(Dataset entries)

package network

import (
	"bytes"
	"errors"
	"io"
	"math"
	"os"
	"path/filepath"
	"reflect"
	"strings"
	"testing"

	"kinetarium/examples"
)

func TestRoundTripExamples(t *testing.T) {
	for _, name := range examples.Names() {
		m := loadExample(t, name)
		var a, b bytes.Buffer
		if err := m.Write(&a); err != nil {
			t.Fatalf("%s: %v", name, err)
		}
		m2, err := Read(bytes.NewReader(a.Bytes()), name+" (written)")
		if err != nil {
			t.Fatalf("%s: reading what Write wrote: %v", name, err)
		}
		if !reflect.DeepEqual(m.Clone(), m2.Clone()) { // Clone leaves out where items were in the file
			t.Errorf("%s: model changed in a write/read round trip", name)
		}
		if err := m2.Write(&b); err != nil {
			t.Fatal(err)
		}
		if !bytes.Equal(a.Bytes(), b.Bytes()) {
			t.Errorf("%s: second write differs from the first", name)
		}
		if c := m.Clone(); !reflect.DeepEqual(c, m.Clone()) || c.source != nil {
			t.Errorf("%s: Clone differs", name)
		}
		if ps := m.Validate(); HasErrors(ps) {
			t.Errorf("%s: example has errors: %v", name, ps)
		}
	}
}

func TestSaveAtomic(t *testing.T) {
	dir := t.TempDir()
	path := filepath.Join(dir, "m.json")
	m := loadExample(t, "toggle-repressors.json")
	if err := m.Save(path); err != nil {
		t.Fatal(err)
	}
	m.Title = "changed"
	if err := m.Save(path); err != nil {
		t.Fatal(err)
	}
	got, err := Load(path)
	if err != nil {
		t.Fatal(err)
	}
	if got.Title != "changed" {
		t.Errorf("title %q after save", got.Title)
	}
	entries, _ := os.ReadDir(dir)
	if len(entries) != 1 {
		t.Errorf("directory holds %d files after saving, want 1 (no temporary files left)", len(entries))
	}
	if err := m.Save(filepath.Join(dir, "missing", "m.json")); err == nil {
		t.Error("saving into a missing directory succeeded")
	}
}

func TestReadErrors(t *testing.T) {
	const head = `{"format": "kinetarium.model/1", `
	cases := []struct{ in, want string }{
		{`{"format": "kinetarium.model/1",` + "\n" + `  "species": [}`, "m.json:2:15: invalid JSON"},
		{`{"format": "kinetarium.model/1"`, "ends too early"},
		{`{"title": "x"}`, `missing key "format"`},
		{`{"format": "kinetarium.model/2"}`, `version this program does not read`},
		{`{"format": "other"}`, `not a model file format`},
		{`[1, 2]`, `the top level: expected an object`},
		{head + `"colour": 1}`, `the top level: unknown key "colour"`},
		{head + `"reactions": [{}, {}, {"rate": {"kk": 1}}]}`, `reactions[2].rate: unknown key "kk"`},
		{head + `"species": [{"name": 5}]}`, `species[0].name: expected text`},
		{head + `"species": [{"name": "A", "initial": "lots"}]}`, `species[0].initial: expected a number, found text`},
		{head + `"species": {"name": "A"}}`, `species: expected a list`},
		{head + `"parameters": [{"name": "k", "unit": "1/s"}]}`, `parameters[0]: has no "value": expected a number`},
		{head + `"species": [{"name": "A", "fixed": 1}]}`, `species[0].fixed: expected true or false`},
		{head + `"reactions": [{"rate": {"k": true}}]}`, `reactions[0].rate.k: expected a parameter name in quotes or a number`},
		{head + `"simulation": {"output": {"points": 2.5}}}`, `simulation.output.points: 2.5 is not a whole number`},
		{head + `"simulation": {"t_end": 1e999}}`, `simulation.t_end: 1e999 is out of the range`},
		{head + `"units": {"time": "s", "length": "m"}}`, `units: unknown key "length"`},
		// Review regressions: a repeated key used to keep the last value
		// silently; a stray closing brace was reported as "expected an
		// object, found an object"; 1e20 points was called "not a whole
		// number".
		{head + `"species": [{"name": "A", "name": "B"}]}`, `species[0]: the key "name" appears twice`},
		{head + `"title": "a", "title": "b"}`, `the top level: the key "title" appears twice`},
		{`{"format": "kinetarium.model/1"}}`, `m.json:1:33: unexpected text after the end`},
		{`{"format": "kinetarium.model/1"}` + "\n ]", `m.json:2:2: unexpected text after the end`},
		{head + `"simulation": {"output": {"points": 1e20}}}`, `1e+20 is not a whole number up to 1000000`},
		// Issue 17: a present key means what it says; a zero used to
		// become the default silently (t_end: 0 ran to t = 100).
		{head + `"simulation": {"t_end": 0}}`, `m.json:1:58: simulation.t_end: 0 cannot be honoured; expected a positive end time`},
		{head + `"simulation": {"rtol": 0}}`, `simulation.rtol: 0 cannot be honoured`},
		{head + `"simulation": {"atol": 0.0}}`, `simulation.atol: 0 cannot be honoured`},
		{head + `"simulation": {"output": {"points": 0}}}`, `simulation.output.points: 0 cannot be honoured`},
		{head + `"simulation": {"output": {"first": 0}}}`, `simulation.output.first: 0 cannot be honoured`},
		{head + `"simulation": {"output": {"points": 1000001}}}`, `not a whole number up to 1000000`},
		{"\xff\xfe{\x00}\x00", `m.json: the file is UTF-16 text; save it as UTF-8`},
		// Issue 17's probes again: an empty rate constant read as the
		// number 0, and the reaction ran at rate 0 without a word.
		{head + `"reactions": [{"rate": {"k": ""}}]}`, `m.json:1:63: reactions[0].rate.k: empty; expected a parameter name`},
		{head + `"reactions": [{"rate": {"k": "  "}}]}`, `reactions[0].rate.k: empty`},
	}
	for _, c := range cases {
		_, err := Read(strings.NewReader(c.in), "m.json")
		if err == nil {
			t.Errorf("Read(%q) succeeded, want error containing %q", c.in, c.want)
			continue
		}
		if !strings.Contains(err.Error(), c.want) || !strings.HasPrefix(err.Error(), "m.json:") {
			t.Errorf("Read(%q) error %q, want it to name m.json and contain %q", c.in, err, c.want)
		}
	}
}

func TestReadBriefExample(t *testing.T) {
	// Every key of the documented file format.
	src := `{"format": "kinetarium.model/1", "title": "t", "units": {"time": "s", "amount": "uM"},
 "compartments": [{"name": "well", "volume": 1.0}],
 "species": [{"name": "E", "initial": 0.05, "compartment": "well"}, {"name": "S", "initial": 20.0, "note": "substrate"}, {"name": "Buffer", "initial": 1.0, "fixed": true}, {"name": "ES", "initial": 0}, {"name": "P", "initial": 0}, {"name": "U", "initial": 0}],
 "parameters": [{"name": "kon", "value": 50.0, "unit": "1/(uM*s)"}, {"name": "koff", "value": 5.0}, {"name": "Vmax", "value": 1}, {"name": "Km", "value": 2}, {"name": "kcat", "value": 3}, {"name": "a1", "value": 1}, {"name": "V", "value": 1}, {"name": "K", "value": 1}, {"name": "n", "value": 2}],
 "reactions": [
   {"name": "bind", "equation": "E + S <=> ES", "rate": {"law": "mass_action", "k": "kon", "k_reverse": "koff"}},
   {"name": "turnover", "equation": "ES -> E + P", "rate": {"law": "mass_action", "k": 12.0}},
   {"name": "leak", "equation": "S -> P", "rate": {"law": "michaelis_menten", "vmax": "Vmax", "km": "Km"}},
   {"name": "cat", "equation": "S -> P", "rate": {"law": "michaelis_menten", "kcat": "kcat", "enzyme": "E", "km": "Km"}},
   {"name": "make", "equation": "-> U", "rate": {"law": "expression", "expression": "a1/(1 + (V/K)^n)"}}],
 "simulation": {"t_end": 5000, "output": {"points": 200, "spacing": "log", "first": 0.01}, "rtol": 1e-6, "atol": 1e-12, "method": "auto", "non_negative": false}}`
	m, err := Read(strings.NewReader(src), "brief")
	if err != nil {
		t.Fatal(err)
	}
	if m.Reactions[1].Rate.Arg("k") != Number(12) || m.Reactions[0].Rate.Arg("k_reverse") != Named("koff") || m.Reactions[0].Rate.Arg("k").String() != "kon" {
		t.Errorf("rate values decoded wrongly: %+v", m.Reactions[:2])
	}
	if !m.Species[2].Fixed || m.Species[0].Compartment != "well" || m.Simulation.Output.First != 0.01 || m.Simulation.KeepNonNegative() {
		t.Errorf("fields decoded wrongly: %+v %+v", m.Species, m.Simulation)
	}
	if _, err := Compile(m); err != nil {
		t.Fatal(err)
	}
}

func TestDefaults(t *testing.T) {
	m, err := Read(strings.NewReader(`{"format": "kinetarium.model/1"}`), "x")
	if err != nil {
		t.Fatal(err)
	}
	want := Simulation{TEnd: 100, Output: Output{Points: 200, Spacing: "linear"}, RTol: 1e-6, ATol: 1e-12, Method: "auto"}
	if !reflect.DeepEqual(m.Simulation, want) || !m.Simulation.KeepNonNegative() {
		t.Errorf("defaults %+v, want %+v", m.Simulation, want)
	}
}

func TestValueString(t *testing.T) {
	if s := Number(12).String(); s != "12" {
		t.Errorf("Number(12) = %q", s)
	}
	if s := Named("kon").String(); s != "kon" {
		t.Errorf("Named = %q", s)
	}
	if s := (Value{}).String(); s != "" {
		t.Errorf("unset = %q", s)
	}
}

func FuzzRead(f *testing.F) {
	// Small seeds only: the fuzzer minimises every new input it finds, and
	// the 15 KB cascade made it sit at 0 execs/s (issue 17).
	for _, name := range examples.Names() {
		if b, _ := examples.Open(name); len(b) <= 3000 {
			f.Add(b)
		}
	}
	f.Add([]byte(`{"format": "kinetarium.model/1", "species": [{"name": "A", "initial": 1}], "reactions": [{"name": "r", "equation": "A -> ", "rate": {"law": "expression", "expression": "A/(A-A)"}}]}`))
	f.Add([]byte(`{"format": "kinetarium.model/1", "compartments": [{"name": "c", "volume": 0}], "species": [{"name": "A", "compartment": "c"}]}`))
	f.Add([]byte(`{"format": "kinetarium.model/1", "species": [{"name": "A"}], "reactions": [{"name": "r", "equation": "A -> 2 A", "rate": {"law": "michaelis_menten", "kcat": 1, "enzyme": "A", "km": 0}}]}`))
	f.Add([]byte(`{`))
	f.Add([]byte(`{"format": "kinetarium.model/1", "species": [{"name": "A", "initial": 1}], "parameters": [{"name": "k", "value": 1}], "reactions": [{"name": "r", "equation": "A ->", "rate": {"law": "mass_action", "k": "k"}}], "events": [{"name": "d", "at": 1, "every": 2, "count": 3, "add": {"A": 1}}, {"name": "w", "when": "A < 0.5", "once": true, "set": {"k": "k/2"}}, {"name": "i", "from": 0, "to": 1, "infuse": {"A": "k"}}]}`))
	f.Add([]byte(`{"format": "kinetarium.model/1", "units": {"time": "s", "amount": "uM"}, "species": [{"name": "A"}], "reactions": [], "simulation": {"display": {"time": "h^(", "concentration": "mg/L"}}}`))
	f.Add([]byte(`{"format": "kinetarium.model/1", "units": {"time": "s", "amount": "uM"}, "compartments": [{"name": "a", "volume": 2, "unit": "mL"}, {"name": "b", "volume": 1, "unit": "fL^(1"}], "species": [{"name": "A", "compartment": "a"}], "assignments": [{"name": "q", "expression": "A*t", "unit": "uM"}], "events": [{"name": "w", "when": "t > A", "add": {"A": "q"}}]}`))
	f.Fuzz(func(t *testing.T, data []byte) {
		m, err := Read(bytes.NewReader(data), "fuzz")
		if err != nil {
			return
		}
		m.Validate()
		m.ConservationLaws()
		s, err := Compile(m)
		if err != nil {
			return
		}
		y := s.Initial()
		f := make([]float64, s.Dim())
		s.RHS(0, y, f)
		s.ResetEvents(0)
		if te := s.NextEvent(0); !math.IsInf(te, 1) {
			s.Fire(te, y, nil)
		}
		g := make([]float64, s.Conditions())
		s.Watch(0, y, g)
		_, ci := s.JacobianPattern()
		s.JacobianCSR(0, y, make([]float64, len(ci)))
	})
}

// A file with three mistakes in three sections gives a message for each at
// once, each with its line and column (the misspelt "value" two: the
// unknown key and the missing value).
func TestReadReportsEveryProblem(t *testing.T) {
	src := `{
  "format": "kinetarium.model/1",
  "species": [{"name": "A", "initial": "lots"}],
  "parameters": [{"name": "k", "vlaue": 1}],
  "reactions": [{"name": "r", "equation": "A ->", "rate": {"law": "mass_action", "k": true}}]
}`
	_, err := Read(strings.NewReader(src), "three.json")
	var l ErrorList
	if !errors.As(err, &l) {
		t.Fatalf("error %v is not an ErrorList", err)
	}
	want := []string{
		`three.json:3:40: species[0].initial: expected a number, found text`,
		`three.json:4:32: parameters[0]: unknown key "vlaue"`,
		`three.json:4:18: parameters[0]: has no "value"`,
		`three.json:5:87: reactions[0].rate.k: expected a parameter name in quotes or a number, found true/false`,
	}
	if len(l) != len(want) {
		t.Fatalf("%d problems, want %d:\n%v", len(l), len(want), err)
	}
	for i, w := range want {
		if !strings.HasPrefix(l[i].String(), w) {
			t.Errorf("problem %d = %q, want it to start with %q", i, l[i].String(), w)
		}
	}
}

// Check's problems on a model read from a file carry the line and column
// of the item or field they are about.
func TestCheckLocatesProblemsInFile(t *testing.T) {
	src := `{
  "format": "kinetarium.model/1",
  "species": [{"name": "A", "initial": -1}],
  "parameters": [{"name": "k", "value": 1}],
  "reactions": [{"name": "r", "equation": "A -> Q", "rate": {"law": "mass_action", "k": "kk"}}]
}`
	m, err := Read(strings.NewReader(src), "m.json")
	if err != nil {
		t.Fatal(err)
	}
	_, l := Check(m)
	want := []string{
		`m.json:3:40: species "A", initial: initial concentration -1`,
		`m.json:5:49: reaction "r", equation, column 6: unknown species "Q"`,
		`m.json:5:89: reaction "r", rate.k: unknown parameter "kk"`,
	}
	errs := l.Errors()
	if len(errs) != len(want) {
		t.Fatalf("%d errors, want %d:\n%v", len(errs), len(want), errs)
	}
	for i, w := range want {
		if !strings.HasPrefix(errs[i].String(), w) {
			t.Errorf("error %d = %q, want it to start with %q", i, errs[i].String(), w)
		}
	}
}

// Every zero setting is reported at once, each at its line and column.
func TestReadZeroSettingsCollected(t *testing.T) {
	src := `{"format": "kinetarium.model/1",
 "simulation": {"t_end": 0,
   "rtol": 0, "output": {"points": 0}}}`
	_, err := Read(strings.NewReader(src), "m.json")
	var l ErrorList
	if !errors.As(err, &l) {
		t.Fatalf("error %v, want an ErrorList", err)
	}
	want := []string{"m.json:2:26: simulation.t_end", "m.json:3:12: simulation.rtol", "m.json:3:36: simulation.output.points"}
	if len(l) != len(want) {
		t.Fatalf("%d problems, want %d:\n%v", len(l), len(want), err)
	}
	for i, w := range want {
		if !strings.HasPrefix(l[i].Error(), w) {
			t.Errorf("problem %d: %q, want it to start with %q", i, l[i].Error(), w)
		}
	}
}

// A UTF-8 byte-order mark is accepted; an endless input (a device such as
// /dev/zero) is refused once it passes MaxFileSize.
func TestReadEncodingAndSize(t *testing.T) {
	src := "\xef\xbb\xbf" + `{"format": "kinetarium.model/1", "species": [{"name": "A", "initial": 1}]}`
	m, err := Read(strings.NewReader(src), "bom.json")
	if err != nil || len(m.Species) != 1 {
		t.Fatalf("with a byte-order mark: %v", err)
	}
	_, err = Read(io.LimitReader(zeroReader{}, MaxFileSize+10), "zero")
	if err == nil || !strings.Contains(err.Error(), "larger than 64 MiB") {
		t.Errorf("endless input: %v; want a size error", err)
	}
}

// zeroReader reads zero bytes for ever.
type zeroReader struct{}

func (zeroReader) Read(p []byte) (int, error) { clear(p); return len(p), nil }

(ACTIVITY): Copy out every line above where "false" is present.

(WRITTEN SOLUTION):
		{head + `"species": [{"name": "A", "fixed": 1}]}`, `species[0].fixed: expected true or false`},
 "simulation": {"t_end": 5000, "output": {"points": 200, "spacing": "log", "first": 0.01}, "rtol": 1e-6, "atol": 1e-12, "method": "auto", "non_negative": false}}`
		`three.json:5:87: reactions[0].rate.k: expected a parameter name in quotes or a number, found true/false`,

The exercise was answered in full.